El primer grupo de sanadoras, las más experimentadas, comenzaron a entonar cánticos armónicos. Sus voces se elevaban y descendían en un patrón sinfónico, como si los sonidos se fundieran con el aire mismo. Algunas vocalizaban en tonos bajos, otras en agudos, pero todas mantenían una frecuencia que parecía atravesar el cuerpo de Rose, alcanzando su centro. Era una vibración profunda, poderosa, casi como un latido de corazón colectivo, resonando en cada rincón de su ser.

Cerca de ellas, tres sacerdotes varones se encargaban de los cuencos de cristal. Sus manos movían los instrumentos con un ritual preciso, haciendo que las frecuencias de los cuencos se alinearan perfectamente con las voces. Cada cuenco emitía un tono distinto, desde los graves hasta los agudos. Generaban una armonía que limpiaba el aire y la energía que rodeaba a Rose.
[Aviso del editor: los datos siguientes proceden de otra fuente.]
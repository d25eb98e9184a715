"""Lazy, chunk-by-chunk reading of HDF5 forest files (bhgrow/trees/io.py::HDF5Forests).

A run on an HDF5 file reads one chunk of whole forests at a time (in this process, in each
worker process, or in the parent for each Dask task). Checked here:

* the runs equal runs on the whole forest loaded at once (``load_forest``), bit for bit,
  with one or two workers and Dask, for files with the index of ``write_hdf5`` and for
  files in the older layout (rows in snapshot order, no index);
* a malformed file fails with the same ``BhgrowInputError`` text as ``load_forest``'s, with
  file rows, before any engine work and without output, also when the defect spans chunks;
* the reader never holds more than one chunk of rows: every read and every chunk it
  hands out is counted (no memory is measured; see benchmarks/bench_stream_memory.py).
"""

from __future__ import annotations

import json
import re

import h5py
import numpy as np
import pytest
from hypothesis import HealthCheck, given, settings
from hypothesis import strategies as st
from run_compare import assert_same

from bhgrow import engine
from bhgrow.cli import main
from bhgrow.config import from_table
from bhgrow.errors import BhgrowInputError
from bhgrow.parallel import Checkpoint, forest_sha256
from bhgrow.pipeline import demo_trees_path, run, run_model
from bhgrow.trees import Forest, load_forest, write_hdf5
from bhgrow.trees import io as tio
from bhgrow.trees.io import HDF5Forests, open_forests

FAST = {"max_substeps": 4}


def write_old_layout(forest: Forest, path, *, order=None):
    """bhgrow's HDF5 layout as written before the forest index: rows in the Forest's own
    (snap, forest, node) order (or ``order``), no ``/forest_rows``."""
    rows = np.arange(forest.n_nodes) if order is None else order
    with h5py.File(path, "w") as h5:
        h5.attrs["format"] = "bhgrow-forest"
        h5.attrs["schema_version"] = 1
        if forest.box_mpc is not None:
            h5.attrs["box_mpc"] = forest.box_mpc
        h5.attrs["meta_json"] = json.dumps(forest.meta)
        for name, arr in forest.to_columns().items():
            if name != "weight_mpc3":
                h5.create_dataset(f"nodes/{name}", data=arr[rows])
        h5.create_dataset("snapshots/snap", data=forest.snapshots.snap)
        h5.create_dataset("snapshots/z", data=forest.snapshots.z)
        if forest.forest_weight is not None:
            h5.create_dataset("forests/forest_id", data=forest.forest_ids)
            h5.create_dataset("forests/weight_mpc3", data=forest.forest_weight)
    return path


@pytest.fixture(scope="module")
def demo():
    f = load_forest(demo_trees_path())
    return f.select_forests(f.forest_ids[::40])          # 38 forests, ~1.4e4 nodes


@pytest.fixture(scope="module")
def files(demo, tmp_path_factory):
    d = tmp_path_factory.mktemp("lazy")
    return {"indexed": write_hdf5(demo, d / "indexed.h5"),
            "old": write_old_layout(demo, d / "old.h5")}


@pytest.fixture(scope="module")
def eager(demo):
    return run_model(demo, from_table({"run": {**FAST, "chunk_nodes": 10**9}}), workers=1)


def assert_same_forest(a: Forest, b: Forest):
    for name in ("node_id", "desc_id", "forest_id", "snap", "mass_msun", "forest_ids",
                 "desc_index", "main_prog", "prog_offsets", "prog_index", "snap_offsets",
                 "forest_index"):
        x, y = getattr(a, name), getattr(b, name)
        assert x.dtype == y.dtype and np.array_equal(x, y), name
    assert a.box_mpc == b.box_mpc and a.meta == b.meta
    np.testing.assert_array_equal(a.snapshots.z, b.snapshots.z)
    assert sorted(a.extra) == sorted(b.extra)
    if a.forest_weight is None:
        assert b.forest_weight is None
    else:
        np.testing.assert_array_equal(a.forest_weight, b.forest_weight)


# ------------------------------------------------------------------ reading
@pytest.mark.parametrize("layout", ["indexed", "old", "grouped_no_index"])
def test_chunks_read_lazily_equal_the_eager_selection(layout, demo, files, tmp_path,
                                                      monkeypatch):
    monkeypatch.setattr(tio, "READ_BLOCK_ROWS", 700)   # many small spans and blocks
    monkeypatch.setattr(tio, "GAP_ROWS", 50)
    if layout == "grouped_no_index":
        order = np.lexsort((demo.node_id, demo.forest_id))
        path = write_old_layout(demo, tmp_path / "g.h5", order=order)
    else:
        path = files[layout]
    src = open_forests(path, max_nodes=2000)
    assert src.grouped == (layout != "old") and src.checked
    assert src.n_nodes == demo.n_nodes
    np.testing.assert_array_equal(src.forest_ids, demo.forest_ids)
    np.testing.assert_array_equal(src.nodes_per_forest(), demo.nodes_per_forest())
    np.testing.assert_array_equal(src.volume_weight(), demo.volume_weight())
    whole = load_forest(path)
    for ids in (demo.forest_ids[::5], demo.forest_ids[[3, 4, 30]], demo.forest_ids):
        assert_same_forest(whole.select_forests(ids), src.select_forests(ids))


def test_write_hdf5_groups_rows_by_forest_with_an_index(demo, files):
    with h5py.File(files["indexed"]) as h5:
        fid = h5["nodes/forest_id"][()]
        ids, off = h5["forest_rows/forest_id"][()], h5["forest_rows/offset"][()]
    np.testing.assert_array_equal(ids, demo.forest_ids)
    assert off[0] == 0 and off[-1] == demo.n_nodes
    np.testing.assert_array_equal(fid, np.repeat(ids, np.diff(off)))
    assert_same_forest(demo, load_forest(files["indexed"]))       # still reads whole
Purificando todo a su paso.

En el espacio entre las sanadoras, una aprendiz de botánica, con una guirnalda de hierbas sobre la cabeza, agitaba suavemente un manojo de salvia quemada. La fragancia envolvía a todos los presentes. Las brasas iluminaban tenuemente el lugar. El humo parecía danzar en el aire, disipando cualquier energía densa o negativa. Cada inhalación parecía llenar a los sanadores con mayor claridad, mientras la conexión con la esencia misma de la sanación se fortalecía.

Mientras tanto, los sanadores físicos trabajaban con precisión y paciencia. Dos de ellos, con manos firmes pero suaves, colocaban su presión sobre la pierna de Rose, alineando los huesos rotos con una destreza que parecía no provenir únicamente de la técnica, sino también de una conexión profunda con el cuerpo y sus energías. A medida que la pierna se alineaba, los cánticos de las sanadoras se intensificaban. Como si cada sonido ayudara a restaurar la integridad de la fractura.

Rose, inconsciente, no pudo evitar que su cola emergiera, deslizando un destello escarlata entre las ropas y la piel. Por un momento, esta pareció desorientada, como si estuviera analizando el ambiente que la rodeaba. Reconociendo que no estaba en peligro, pero sintiendo la extraña energía de este nuevo lugar. Se movía lentamente, casi cautelosa. Como un animal que explorara un terreno desconocido, pero familiar al mismo tiempo.

El apéndice comenzó a girar, como si pudiera mirar a los presentes, evaluando sus movimientos con curiosidad. Era una reacción casi instintiva, como si tratara de entender el propósito de cada uno de ellos. Por un instante, los sanadores se detuvieron, sorprendidos por la presencia visible de ésta . Algunos retrocedieron ligeramente, pero rápidamente se recuperaron, con la mirada llena de respeto y fascinación. Nadie pareció alarmado. Esta era una energía poderosa, aunque diferente, y todos lo sabían.